• **Assigned task**: Copy every line from the records below that carries the word "expiry".

• **Records shown**:
○ ○ ○ ○

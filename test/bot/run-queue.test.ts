// The shared run queue on pg-boss 10: a run asked for several times is carried out once, a run
// that fails is retried, and a run whose worker stops answering is given to another worker
// after its expiry. Run ids are name-based UUIDs (RFC 9562, version 5).
import pg from 'pg';
import { afterAll, describe, expect, it } from 'vitest';
import { PgBossRunQueue, type PgBossRunQueueOptions } from '../../bot/queue/PgBossRunQueue.js';
import { runJobId, uuidV5 } from '../../bot/queue/run-job-id.js';
import type { RunRef } from '../../bot/queue/RunQueue.js';
import { describeWithPostgres, uniqueName, withClient } from '../helpers/postgres.js';
import { waitFor } from '../helpers/wait-for.js';

describe('run ids', () => {
  it('are RFC 9562 version-5 UUIDs', () => {
    // RFC 9562, Appendix A.4: the DNS namespace and "www.example.com" (also what Python's
    // uuid.uuid5(uuid.NAMESPACE_DNS, 'www.example.com') returns).
    expect(uuidV5('www.example.com', '6ba7b810-9dad-11d1-80b4-00c04fd430c8')).toBe('2ed6657d-e927-568b-95e1-2665a8aea6a2');
  });

  it('are the same for the same run and differ between runs and threads', () => {
    const id = runJobId({ threadId: 'local:abc', number: 1 });
    expect(runJobId({ threadId: 'local:abc', number: 1 })).toBe(id);
    expect(id).toMatch(/^[0-9a-f]{8}-[0-9a-f]{4}-5[0-9a-f]{3}-[89ab][0-9a-f]{3}-[0-9a-f]{12}$/);
    const others = [runJobId({ threadId: 'local:abc', number: 2 }), runJobId({ threadId: 'local:ab', number: 11 }), runJobId({ threadId: 'local:abc1', number: 1 })];
    expect(new Set([id, ...others]).size).toBe(4);
  });
});

describeWithPostgres('the run queue on pg-boss', (url) => {
  const schemas: string[] = [];
  const queues: PgBossRunQueue[] = [];
  afterAll(async () => {
    for (const q of queues) await q.stop().catch(() => undefined);
    await withClient(url, async (c) => {
      for (const s of schemas) await c.query(`DROP SCHEMA IF EXISTS ${pg.escapeIdentifier(s)} CASCADE`);
    });
  });
  const open = async (schema: string, opts: Partial<PgBossRunQueueOptions> = {}) => {
    const q = await PgBossRunQueue.open({ url, schema, workers: 2, expireSeconds: 60, retries: 2, checkSeconds: 1, pollSeconds: 0.5, ...opts });
    queues.push(q);
    return q;
  };
  const fresh = () => {
    const s = uniqueName('tc_queue');
    schemas.push(s);
    return s;
  };

  it('carries out a run asked for several times once, and each run of a thread separately', async () => {
    const schema = fresh();
    const [a, b] = await Promise.all([open(schema), open(schema)]);
    const done: string[] = [];
    const handler = (who: string) => async (run: RunRef) => void done.push(`${who}:${run.threadId}#${run.number}`);
    const runs = [1, 2, 3].flatMap((t) => [{ threadId: `t${t}`, number: 1 }]).concat([{ threadId: 't1', number: 2 }]);
    // Asked for from both replicas, twice each, before any worker runs.
    for (const r of runs) await Promise.all([a.enqueue(r), b.enqueue(r), a.enqueue(r), b.enqueue(r)]);
    await Promise.all([a.work(handler('a')), b.work(handler('b'))]);
    await waitFor('the four runs', () => done.length >= runs.length);
    // Nothing more arrives: each run was queued once.
    await a.enqueue(runs[0]!);
    await new Promise((r) => setTimeout(r, 1500));
    expect(done.map((d) => d.split(':')[1]).sort()).toEqual(['t1#1', 't1#2', 't2#1', 't3#1']);
  });

  it('retries a run that failed', async () => {
    const q = await open(fresh());
    const attempts: number[] = [];
    await q.work(async (run) => {
      attempts.push(run.number);
      if (attempts.length === 1) throw new Error('the warehouse was down');
    });
    await q.enqueue({ threadId: 't1', number: 1 });
    await waitFor('the retry', () => attempts.length >= 2);
    expect(attempts).toEqual([1, 1]);
  });

  it('gives a run out again once it expires when the worker that took it stops answering', async () => {
    // A process that is frozen still holds its job; the retry after expiry may go to any worker
    // that asks (a killed replica asks no more: test/deploy covers that with real processes).
    const schema = fresh();
    const [first, second] = [await open(schema, { workers: 1, expireSeconds: 5 }), await open(schema, { workers: 1, expireSeconds: 5 })];
    const got: string[] = [];
    let hung = false;
    const handler = (who: string) => (run: RunRef) => {
      got.push(`${who}:${run.threadId}`);
      if (hung) return Promise.resolve();
      hung = true;
      return new Promise<void>(() => undefined);
    };
    await first.enqueue({ threadId: 't-stuck', number: 1 });
    await Promise.all([first.work(handler('first')), second.work(handler('second'))]);
    await waitFor('the run to be given out again', () => got.length >= 2, 60_000);
    expect(got.map((g) => g.split(':')[1])).toEqual(['t-stuck', 't-stuck']);
  });
});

○ ○ ○ ○

• **Solution**:
// after its expiry. Run ids are name-based UUIDs (RFC 9562, version 5).
    // A process that is frozen still holds its job; the retry after expiry may go to any worker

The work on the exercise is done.